> _Exercise data_
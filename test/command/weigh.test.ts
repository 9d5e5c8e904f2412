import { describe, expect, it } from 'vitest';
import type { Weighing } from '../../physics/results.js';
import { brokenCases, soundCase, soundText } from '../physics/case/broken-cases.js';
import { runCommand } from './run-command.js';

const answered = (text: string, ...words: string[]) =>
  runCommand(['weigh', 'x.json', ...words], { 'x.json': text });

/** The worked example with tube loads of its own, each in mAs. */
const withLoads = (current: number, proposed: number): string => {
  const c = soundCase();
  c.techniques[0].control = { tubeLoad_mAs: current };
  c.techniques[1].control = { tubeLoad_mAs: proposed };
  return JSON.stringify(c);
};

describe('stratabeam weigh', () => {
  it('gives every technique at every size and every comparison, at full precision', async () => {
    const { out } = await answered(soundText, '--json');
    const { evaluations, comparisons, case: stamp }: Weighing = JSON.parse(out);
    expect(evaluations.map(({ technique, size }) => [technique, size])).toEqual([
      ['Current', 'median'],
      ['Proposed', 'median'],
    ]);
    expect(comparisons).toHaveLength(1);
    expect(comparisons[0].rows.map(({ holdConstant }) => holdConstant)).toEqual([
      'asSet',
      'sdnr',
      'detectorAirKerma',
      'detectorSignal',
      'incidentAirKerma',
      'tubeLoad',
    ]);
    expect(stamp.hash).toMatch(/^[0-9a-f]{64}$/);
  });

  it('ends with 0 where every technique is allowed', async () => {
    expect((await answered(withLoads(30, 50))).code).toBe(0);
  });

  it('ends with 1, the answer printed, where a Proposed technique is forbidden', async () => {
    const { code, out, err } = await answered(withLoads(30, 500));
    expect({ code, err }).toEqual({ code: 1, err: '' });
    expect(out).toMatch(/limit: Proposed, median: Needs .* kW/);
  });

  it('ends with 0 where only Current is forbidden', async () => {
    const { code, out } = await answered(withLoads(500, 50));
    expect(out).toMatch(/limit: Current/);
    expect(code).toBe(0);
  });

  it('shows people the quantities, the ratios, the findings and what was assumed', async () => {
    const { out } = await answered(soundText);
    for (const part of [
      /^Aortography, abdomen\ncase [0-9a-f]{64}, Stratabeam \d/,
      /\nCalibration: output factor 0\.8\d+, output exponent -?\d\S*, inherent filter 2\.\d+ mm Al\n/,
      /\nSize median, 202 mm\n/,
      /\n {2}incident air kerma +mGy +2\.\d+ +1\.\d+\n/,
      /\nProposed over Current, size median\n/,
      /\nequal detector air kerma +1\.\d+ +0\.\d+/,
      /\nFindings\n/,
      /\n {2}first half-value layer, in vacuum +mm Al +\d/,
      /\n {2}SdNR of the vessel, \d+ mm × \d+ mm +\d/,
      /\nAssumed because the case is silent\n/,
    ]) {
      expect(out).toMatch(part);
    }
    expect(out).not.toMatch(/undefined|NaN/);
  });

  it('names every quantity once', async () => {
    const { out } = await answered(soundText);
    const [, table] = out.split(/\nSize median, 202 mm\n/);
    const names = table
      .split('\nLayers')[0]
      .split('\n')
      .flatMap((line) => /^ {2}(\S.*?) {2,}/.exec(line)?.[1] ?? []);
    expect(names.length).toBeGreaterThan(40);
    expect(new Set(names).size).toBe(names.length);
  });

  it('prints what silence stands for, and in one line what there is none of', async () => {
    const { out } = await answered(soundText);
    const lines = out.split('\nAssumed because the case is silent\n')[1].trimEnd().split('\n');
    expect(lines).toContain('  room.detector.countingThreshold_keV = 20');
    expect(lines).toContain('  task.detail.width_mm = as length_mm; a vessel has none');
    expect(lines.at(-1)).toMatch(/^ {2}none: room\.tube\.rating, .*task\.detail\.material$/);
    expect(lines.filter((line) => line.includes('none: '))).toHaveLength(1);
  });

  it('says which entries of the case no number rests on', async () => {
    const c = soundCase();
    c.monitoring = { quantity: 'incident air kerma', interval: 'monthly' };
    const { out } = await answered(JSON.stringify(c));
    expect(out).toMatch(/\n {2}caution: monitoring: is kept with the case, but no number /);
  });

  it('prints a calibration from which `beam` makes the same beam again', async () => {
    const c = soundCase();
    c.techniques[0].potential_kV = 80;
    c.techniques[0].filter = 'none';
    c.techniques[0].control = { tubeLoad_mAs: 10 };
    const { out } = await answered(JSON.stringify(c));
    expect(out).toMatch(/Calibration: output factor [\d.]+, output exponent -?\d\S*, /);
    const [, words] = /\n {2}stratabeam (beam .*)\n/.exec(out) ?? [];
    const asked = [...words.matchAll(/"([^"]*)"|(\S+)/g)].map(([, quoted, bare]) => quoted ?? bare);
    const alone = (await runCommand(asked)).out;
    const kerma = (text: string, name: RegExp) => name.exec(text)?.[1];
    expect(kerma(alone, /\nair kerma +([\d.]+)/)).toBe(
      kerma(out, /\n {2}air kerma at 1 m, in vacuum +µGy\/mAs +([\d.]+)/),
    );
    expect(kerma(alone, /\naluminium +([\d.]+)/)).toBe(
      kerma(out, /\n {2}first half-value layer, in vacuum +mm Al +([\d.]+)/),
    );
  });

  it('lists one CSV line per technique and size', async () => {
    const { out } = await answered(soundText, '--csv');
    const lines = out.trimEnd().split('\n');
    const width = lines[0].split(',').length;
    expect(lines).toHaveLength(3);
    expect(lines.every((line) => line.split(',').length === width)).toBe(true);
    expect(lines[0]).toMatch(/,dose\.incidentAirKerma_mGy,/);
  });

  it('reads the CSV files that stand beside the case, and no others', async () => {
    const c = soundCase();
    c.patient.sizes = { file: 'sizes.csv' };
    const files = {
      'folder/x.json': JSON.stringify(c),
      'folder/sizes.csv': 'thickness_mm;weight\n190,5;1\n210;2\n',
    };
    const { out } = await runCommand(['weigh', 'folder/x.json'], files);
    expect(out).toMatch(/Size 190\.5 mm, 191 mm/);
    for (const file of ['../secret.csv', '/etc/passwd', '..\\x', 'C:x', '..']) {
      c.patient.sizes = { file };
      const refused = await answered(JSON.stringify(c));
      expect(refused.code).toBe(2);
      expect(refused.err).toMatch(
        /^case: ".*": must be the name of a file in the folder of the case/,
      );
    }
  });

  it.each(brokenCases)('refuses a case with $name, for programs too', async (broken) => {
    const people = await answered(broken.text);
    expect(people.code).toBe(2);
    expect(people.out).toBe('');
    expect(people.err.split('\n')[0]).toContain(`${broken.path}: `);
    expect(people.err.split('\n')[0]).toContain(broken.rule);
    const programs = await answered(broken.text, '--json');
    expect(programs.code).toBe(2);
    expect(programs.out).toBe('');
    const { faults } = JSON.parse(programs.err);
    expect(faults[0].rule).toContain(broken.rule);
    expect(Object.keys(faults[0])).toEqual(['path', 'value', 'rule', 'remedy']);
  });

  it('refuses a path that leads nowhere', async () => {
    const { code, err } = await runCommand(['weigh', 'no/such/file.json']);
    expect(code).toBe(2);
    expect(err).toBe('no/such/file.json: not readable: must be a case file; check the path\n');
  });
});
...
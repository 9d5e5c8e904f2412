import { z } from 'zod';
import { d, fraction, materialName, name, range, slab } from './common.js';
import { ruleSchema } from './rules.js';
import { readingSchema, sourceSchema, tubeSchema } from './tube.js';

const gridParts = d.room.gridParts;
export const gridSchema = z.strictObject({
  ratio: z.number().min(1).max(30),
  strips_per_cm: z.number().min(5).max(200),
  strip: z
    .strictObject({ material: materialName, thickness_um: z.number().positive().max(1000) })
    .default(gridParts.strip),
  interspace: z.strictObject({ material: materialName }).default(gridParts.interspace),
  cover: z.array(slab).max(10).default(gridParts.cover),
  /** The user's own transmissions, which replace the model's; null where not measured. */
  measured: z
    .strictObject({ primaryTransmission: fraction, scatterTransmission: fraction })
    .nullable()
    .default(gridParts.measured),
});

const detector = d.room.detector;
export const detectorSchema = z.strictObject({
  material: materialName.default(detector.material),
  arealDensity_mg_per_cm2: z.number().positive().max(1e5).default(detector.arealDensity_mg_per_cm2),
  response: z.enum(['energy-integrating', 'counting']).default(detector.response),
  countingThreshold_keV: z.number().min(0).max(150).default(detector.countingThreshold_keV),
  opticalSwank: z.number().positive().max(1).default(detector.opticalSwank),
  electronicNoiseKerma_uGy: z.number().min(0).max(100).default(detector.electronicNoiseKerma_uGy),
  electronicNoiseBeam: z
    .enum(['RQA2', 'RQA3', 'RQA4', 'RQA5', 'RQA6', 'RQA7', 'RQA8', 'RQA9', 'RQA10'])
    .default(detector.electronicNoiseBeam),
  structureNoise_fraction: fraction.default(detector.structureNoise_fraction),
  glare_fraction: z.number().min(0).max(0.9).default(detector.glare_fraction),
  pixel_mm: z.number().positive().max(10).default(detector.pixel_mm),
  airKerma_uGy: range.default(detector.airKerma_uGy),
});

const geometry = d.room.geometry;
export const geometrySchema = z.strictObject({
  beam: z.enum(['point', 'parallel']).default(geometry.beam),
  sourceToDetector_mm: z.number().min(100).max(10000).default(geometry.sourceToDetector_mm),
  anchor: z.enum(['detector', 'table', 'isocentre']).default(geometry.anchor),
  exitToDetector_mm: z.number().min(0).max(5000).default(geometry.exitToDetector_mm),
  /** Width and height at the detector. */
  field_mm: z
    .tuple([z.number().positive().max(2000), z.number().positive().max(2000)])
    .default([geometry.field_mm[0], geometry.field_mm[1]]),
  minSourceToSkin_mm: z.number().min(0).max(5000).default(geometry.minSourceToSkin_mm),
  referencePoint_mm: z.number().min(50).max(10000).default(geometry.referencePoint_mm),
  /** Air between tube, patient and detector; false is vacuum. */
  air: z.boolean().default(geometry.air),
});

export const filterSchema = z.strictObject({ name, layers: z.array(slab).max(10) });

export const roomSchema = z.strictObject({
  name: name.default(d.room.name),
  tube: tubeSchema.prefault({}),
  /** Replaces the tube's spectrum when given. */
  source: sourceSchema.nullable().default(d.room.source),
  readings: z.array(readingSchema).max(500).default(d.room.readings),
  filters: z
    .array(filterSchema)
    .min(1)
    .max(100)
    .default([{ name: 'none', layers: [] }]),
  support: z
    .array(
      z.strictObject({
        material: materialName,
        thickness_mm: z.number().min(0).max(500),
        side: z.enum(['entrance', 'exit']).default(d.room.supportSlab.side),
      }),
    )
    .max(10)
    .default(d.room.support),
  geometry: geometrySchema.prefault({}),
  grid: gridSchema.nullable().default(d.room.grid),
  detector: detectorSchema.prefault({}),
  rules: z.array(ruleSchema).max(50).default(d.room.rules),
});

> _Your objective_
Output exactly one stretch of the listing: from the line containing "expect(out).toMatch(/Size 190\.5 mm, 191" through the line containing "expect(err).toBe('no/such/file.json: not readable: must", both end lines included.

> _Written solution_
    expect(out).toMatch(/Size 190\.5 mm, 191 mm/);
    for (const file of ['../secret.csv', '/etc/passwd', '..\\x', 'C:x', '..']) {
      c.patient.sizes = { file };
      const refused = await answered(JSON.stringify(c));
      expect(refused.code).toBe(2);
      expect(refused.err).toMatch(
        /^case: ".*": must be the name of a file in the folder of the case/,
      );
    }
  });

  it.each(brokenCases)('refuses a case with $name, for programs too', async (broken) => {
    const people = await answered(broken.text);
    expect(people.code).toBe(2);
    expect(people.out).toBe('');
    expect(people.err.split('\n')[0]).toContain(`${broken.path}: `);
    expect(people.err.split('\n')[0]).toContain(broken.rule);
    const programs = await answered(broken.text, '--json');
    expect(programs.code).toBe(2);
    expect(programs.out).toBe('');
    const { faults } = JSON.parse(programs.err);
    expect(faults[0].rule).toContain(broken.rule);
    expect(Object.keys(faults[0])).toEqual(['path', 'value', 'rule', 'remedy']);
  });

  it('refuses a path that leads nowhere', async () => {
    const { code, err } = await runCommand(['weigh', 'no/such/file.json']);
    expect(code).toBe(2);
    expect(err).toBe('no/such/file.json: not readable: must be a case file; check the path\n');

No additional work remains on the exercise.